Task to carry out: Word for word, set down every line of the entries below from the line with "func New(conf Config)" to the line with "d.sasl, _ = conf.SASL.mechanism()", including both, and no other line.
##########
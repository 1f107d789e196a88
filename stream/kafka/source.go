// Package kafka reads topics, partition by partition, and remembers nothing: where to read on is the
// receiver's to know, and what it does not know begins where the settings say.
//
// The daemon takes all partitions itself and is no member of a consumer group. What it commits to a group is
// for other people's lag monitors.
//
// # What comes
//
// Every message of a topic once, in order of offset, as long as it is there: not the markers of transactions,
// and nothing of a transaction that was aborted. A transaction under way is waited for, with all that lies
// behind it. A null value comes as an empty one. Timestamps are those that the topic goes by, the producer's
// or the broker's.
//
// Before its first message, and after each gap, a partition has a chunk without messages: its Base is the
// offset at which reading goes on.
//
// # What goes wrong
//
// A broker that cannot be reached, a leader that moves, a topic that does not exist yet: the source keeps
// trying, at growing intervals, and says so. Only settings that a broker refuses (a wrong password, a
// certificate that does not hold, a topic without the right to read it) end Run, and only if it happens
// before anything has worked.
//
// Messages that were deleted before they were read, a topic made anew, a record batch that cannot be read
// after several tries: a gap, and reading goes on behind it. A topic made anew is told by its id even if its
// offsets fit.
package kafka

import (
	"context"
	"errors"
	"fmt"
	"maps"
	"slices"
	"sync"
	"time"

	kafkago "github.com/segmentio/kafka-go"
	"go.uber.org/zap"
	"golang.org/x/sync/errgroup"

	"stillwell/stream"
)

// A Source reads the topics of one cluster. Its methods may be called from several goroutines.
type Source struct {
	conf    Config
	dialer  *dialer
	cluster *cluster
	buffers *sync.Pool  // of *buffer
	log     *zap.Logger // for what all partitions may say at once

	mu      sync.Mutex
	readers map[string]*reader // by name of partition
}

var _ stream.Source = (*Source)(nil)

// New checks the settings and loads the files they name. It connects to nothing; Run does.
// The error tells of everything that is wrong.
func New(conf Config) (*Source, error) {
	conf = conf.withDefaults()
	errs := []error{conf.check()}
	d := &dialer{clientID: conf.ClientID, limit: conf.DialTimeout, answer: conf.RequestTimeout}
	if conf.TLS != nil {
		var err error
		if d.tls, err = conf.TLS.load(); err != nil {
			errs = append(errs, err)
		}
	}
	if err := errors.Join(errs...); err != nil {
		return nil, err
	}
	if conf.SASL != nil {
		d.sasl, _ = conf.SASL.mechanism() // checked above
		if conf.SASL.Mechanism == "plain" && conf.TLS == nil {
			conf.Log.Warn("the password goes over the network as it is: sasl plain without tls")
		}
	}
	return &Source{
		conf:    conf,
		dialer:  d,
		cluster: newCluster(d, conf.Brokers, conf.Topics),
		buffers: newBuffers(),
		log:     sampled(conf.Log),
		readers: map[string]*reader{},
	}, nil
}

// Run reads until ctx is done, and then returns nil. It fails if the receiver cannot open a partition, or if the
// settings are refused before anything has worked. It is to be called once.
func (s *Source) Run(ctx context.Context, to stream.Receiver) error {
	defer s.cluster.close()
	g, inner := errgroup.WithContext(ctx)
	d := &discovery{Source: s, to: to, g: g, start: true, absent: map[string]time.Time{}}
	g.Go(func() error { return d.run(inner) })
	err := g.Wait()
	if ctx.Err() != nil {
		return nil
	}
	return err
}

// A discovery opens partitions, and looks for new ones now and then.
type discovery struct {
	*Source
	to     stream.Receiver
	g      *errgroup.Group      // runs the readers
	start  bool                 // the cluster has not answered yet
	absent map[string]time.Time // topics that are not there, and when that was last told
}

func (d *discovery) run(ctx context.Context) error {
	lost := trouble{log: d.log, longPause: d.conf.longPause}
	for {
		where, err := d.cluster.layout(ctx, time.Now())
		switch {
		case ctx.Err() != nil:
			return nil
		case err != nil && d.start && refused(err):
			return fmt.Errorf("kafka: %w", err)
		case err != nil:
			if lost.pause(ctx, err) != nil {
				return nil
			}
			continue
		}
		lost.over()
		for _, topic := range d.conf.Topics {
			if err := d.topic(ctx, topic, where.topics[topic]); err != nil {
				return err
			}
		}
		d.start = false
		pause := d.conf.Refresh
		if len(d.absent) > 0 {
			pause = min(pause, time.Second)
		}
		if sleep(ctx, pause) != nil {
			return nil
		}
	}
}

// topic deals with what the cluster says of a topic.
func (d *discovery) topic(ctx context.Context, topic string, where topicLayout) error {
	told, absent := d.absent[topic]
	switch err := kafkago.Error(where.code); {
	case err == kafkago.TopicAuthorizationFailed && d.start:
		return fmt.Errorf("kafka: topic %s: %w: the user needs the rights Describe and Read", topic, err)
	case err != 0:
		if time.Since(told) >= tellEvery {
			d.absent[topic] = time.Now()
			d.conf.Log.Warn("a topic is not there (yet), waiting for it", zap.String("topic", topic), zap.Error(err))
		}
		return nil
	case absent:
		delete(d.absent, topic)
		d.conf.Log.Info("the topic is there", zap.String("topic", topic))
	}
	return d.open(ctx, topic, where)
}

// open starts readers for the partitions of a topic that have none. At the start, partitions of which nothing is known
// begin where the settings say; but one that appears later, or whose siblings are known from before, is new, and is
// read from its beginning.
func (d *discovery) open(ctx context.Context, topic string, where topicLayout) error {
	start := d.start
	var fresh []*reader
	for _, id := range slices.Sorted(maps.Keys(where.leaders)) {
		name := partitionName(topic, id)
		if d.readers[name] != nil { // only this goroutine writes
			continue
		}
		part, at, ok, err := d.to.Open(name)
		if err != nil {
			return fmt.Errorf("kafka: open %s: %w", name, err)
		}
		ok = ok && at != (stream.Position{}) // a checkpoint from before its place was found
		r := newReader(d.Source, d.to, topic, id, part)
		if ok {
			r.placed, r.mark = true, at.Mark
			r.move(at.Offset)
			start = false
		}
		fresh = append(fresh, r)
	}
	for _, r := range fresh {
		if !start {
			r.begin = atEarliest
		}
		d.mu.Lock()
		d.readers[r.part.Name] = r
		d.mu.Unlock()
		d.g.Go(func() error {
			r.run(ctx)
			return nil
		})
	}
	return nil
}

// Lag is, by partition, how many offsets lie between the next to be read and the end of the log as of the
// last answer. Partitions that have not answered yet are not in it.
func (s *Source) Lag() map[string]int64 {
	s.mu.Lock()
	defer s.mu.Unlock()
	out := make(map[string]int64, len(s.readers))
	for name, r := range s.readers {
		if high := r.lag.high.Load(); high >= 0 {
			out[name] = max(high-r.lag.next.Load(), 0)
		}
	}
	return out
}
##########
Reply to the exercise:
func New(conf Config) (*Source, error) {
	conf = conf.withDefaults()
	errs := []error{conf.check()}
	d := &dialer{clientID: conf.ClientID, limit: conf.DialTimeout, answer: conf.RequestTimeout}
	if conf.TLS != nil {
		var err error
		if d.tls, err = conf.TLS.load(); err != nil {
			errs = append(errs, err)
		}
	}
	if err := errors.Join(errs...); err != nil {
		return nil, err
	}
	if conf.SASL != nil {
		d.sasl, _ = conf.SASL.mechanism() // checked above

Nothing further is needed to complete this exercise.